Stored records
/**
 * Turns made of the pipe itself and of returns, worked by hand. Sources: ASME B16.9 (return centre to centre), plane geometry
 * for mitres and bends, with the mitre lengths of tests/fixtures/vectors/cuts.json (a published layout check) beside it.
 */
import { describe, expect, it } from "vitest";
import { buildModel } from "../../../iso/run/build-model";
import { emptyMarks } from "../../../iso/run/marks";
import type { Model } from "../../../iso/run/model-types";
import type { RunDocument } from "../../../iso/run/document";
import { bend, end, joint, mitre, pipe, RunBuilder, turnBack, valve } from "../../fixtures/run-builder";
import vectors from "../../fixtures/vectors/cuts.json";

const INCH = 25.4;
const open = end("open", "BEVEL");
const build = (document: RunDocument): Model => buildModel(document, emptyMarks(), []);
const cuts = (model: Model): number[] => model.pieces.map((p) => p.cutLengthMm / INCH);
const codes = (model: Model): string[] => model.problems.map((p) => p.code);
const close = (found: readonly number[], wanted: readonly number[]): void => {
  expect(found).toHaveLength(wanted.length);
  wanted.forEach((length, i) => expect(found[i]).toBeCloseTo(length, 9));
};
const six = { pipe: pipe("6") };
const turn = (item: ReturnType<typeof mitre>, settings = {}, toward = "N") => new RunBuilder("T", "imperial", { ...six, ...settings }).start(open).go("E", `5'`, item).go(toward, `5'`, open).done();

describe("mitres", () => {
  it("NPS 6, 90°, three pieces, R 9: pipe to the first cut takes out 9 - 9 tan 22.5°, the segment is 18 tan 22.5° (7.4558 published)", () => {
    const model = build(turn(mitre(3)));
    const tan = Math.tan(Math.PI / 8);
    close(cuts(model), [60 - 9 + 9 * tan - 0.0625, 18 * tan - 0.125, 60 - 9 + 9 * tan - 0.0625]);
    const published = vectors.mitre.find((m) => m.welds === 2 && m.R === 9)!;
    expect(cuts(model)[1]! + 0.125).toBeCloseTo(published.goreCentre, 9);
    const segment = model.pieces[1]!;
    expect(segment.ends.map((e) => [e.prep, e.cutAngleDeg])).toEqual([["mitre", expect.closeTo(22.5, 9)], ["mitre", expect.closeTo(22.5, 9)]]);
    expect(segment.odMm / INCH).toBeCloseTo(6.625, 9);
  });

  it("numbers its welds along flow, all of kind mitre, with one root gap each and the turn shared equally", () => {
    const welds = build(turn(mitre(4))).joints.filter((j) => j.kind === "mitre");
    expect(welds.map((j) => [j.key, j.number, j.a, j.b])).toEqual([
      ["p2:mitre-1", "1", "p2:1", "p2:segment-1"], ["p2:mitre-2", "2", "p2:segment-1", "p2:segment-2"], ["p2:mitre-3", "3", "p2:segment-2", "p3:1"],
    ]);
    for (const weld of welds) {
      expect(weld.gapMm).toBeCloseTo(3.175, 9);
      expect(weld.mismatchRad).toBeCloseTo(Math.PI / 6, 9);
    }
  });

  it("two pieces meet at the point: nothing taken out but half a gap each, and 45° of cut asks for permission", () => {
    const model = build(turn(mitre(2)));
    close(cuts(model), [60 - 0.0625, 60 - 0.0625]);
    expect(model.joints.filter((j) => j.kind === "mitre")).toHaveLength(1);
    expect(codes(model)).toEqual(["mitre-angle"]);
    expect(codes(build(turn(mitre(2), {}, "NE")))).toEqual([]);
  });

  it("five pieces end where the line goes on: each segment starts where the one before it ends, a gap apart", () => {
    const model = build(turn(mitre(5, 12 * INCH)));
    const [first, ...rest] = model.pieces;
    let last = first!;
    for (const piece of rest) {
      const apart = Math.hypot(...piece.start.map((c, i) => c - last.end[i]!));
      expect(apart).toBeGreaterThan(3);
      expect(apart).toBeLessThan(3.175 + 1e-6);
      last = piece;
    }
    expect(last.end.map((c) => c / INCH)).toEqual([expect.closeTo(60, 9), expect.closeTo(60, 9), expect.closeTo(0, 9)]);
  });

  it("says so when the radius leaves no throat, or the line does not turn", () => {
    expect(codes(build(turn(mitre(3, 3 * INCH))))).toContain("mitre-radius");
    expect(codes(build(turn(mitre(3), {}, "E")))).toContain("elbow-straight");
  });
});

describe("bends", () => {
  const two = { pipe: pipe("2") };
  const bent = (radius: number, leg = `4'`) => new RunBuilder("T", "imperial", two).start(open).go("E", `3'`, bend(radius * INCH)).go("N", leg, bend(radius * INCH)).go("U", `3'`, open).done();

  it("NPS 2, two 90° bends to R 10: one pipe, each bend takes 20 - 5π off the corner-to-corner sum", () => {
    const model = build(bent(10));
    close(cuts(model), [36 + 48 + 36 - 2 * (20 - 5 * Math.PI)]);
    expect(model.joints).toEqual([]);
    expect(model.pieces[0]!.terms.filter((t) => t.kind === "bend").map((t) => t.valueMm / INCH)).toEqual([expect.closeTo(5 * Math.PI - 20, 9), expect.closeTo(5 * Math.PI - 20, 9)]);
  });

  it("starts the first bend 26 in from the end, and the second one developed length and 28 in of straight later; 90° between their planes", () => {
    const [a, b] = build(bent(10)).pieces[0]!.bends!;
    expect(a!.startMm / INCH).toBeCloseTo(26, 9);
    expect(a!.developedMm / INCH).toBeCloseTo(5 * Math.PI, 9);
    expect(b!.startMm / INCH).toBeCloseTo(26 + 5 * Math.PI + 28, 9);
    expect(b!.roll!.angleRad).toBeCloseTo(Math.PI / 2, 9);
    expect(b!.roll!.arcMm / INCH).toBeCloseTo((2.375 * Math.PI) / 4, 9);
  });

  it("stops when the straight between two bends is used up, and warns under three nominal sizes (common practice)", () => {
    expect(codes(build(bent(10, `19"`)))).toContain("bend-tangent");
    expect(codes(build(bent(10)))).toEqual([]);
    expect(codes(build(bent(5)))).toEqual(["bend-tight", "bend-tight"]);
  });

  it("a fitting after a bend shortens the same pipe", () => {
    const model = build(new RunBuilder("T", "imperial", two).start(open).go("E", `3'`, bend(10 * INCH)).go("N", `4'`).go("E", `3'`, open).done());
    close(cuts(model), [36 + 48 - 20 + 5 * Math.PI - 3 - 0.125, 36 - 3 - 0.125]);
  });
});

describe("returns", () => {
  const four = (toward: "N" | "E", back = "W") => new RunBuilder("T").start(open).go("E", `3'`, turnBack(toward)).go(back, `2'`, open).done();

  it("NPS 4 LR: the line comes back 12 in beside itself, only a gap taken out at each end (B16.9)", () => {
    const model = build(four("N"));
    close(cuts(model), [36 - 0.125, 24 - 0.125]);
    expect(model.nodes[2]!.position.map((c) => c / INCH)).toEqual([expect.closeTo(12, 9), expect.closeTo(12, 9), expect.closeTo(0, 9)]);
    expect(model.components[0]).toMatchObject({ kind: "return", asideName: "N", angleRad: Math.PI });
    expect(model.components[0]!.radiusMm! / INCH).toBeCloseTo(6, 9);
    expect(codes(model)).not.toContain("fold-back");
  });

  it("cannot shift the line along itself, and the line after it has to run back", () => {
    expect(codes(build(four("E")))).toContain("return-along");
    expect(codes(build(four("N", "N")))).toContain("return-angle");
  });
});

describe("rolls", () => {
  const roll = (model: Model) => model.components.map((c) => (c.roll ? [c.id, Math.round((c.roll.angleRad * 180) / Math.PI), c.roll.againstId] : [c.id, c.roll ?? null]));

  it("turning on the same way is no roll, turning back is half a turn, up from a turn to the north is 90° the other way round", () => {
    const walk = (...ways: string[]) => build(ways.reduce((b, way, i) => b.go(way, `3'`, i === ways.length - 1 ? open : { kind: "none" }), new RunBuilder("T").start(open)).done());
    expect(roll(walk("E", "N", "W"))).toEqual([["p2", null], ["p3", 0, "p2"]]);
    expect(Math.abs(roll(walk("E", "N", "E"))[1]![1] as number)).toBe(180);
    // Looking north, the first elbow came from the west (left); up is clockwise of left.
    expect(roll(walk("E", "N", "U"))[1]).toEqual(["p3", 90, "p2"]);
    expect(roll(walk("E", "N", "D"))[1]).toEqual(["p3", -90, "p2"]);
  });

  it("a stem is turned against the elbow before it; its arc is π OD deg / 360 (TRADE hand formula)", () => {
    const model = build(new RunBuilder("T").start(open).go("E", `3'`).go("N", `4'`, valve({ ends: "butt", faceToFaceMm: 300, stem: "U" })).go("N", `3'`, joint).go("N", `2'`, open).done());
    const stem = model.components.find((c) => c.kind === "valve")!;
    expect(stem.roll).toMatchObject({ againstId: "p2", angleRad: expect.closeTo(Math.PI / 2, 9) });
    expect(stem.roll!.arcMm / INCH).toBeCloseTo((Math.PI * 4.5 * 90) / 360, 9);
  });
});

- _WHAT IS REQUIRED_:
Copy each line of the records above that carries the word "starts".

- _ANSWER FOR THE TASK_:
  it("five pieces end where the line goes on: each segment starts where the one before it ends, a gap apart", () => {
  it("starts the first bend 26 in from the end, and the second one developed length and 28 in of straight later; 90° between their planes", () => {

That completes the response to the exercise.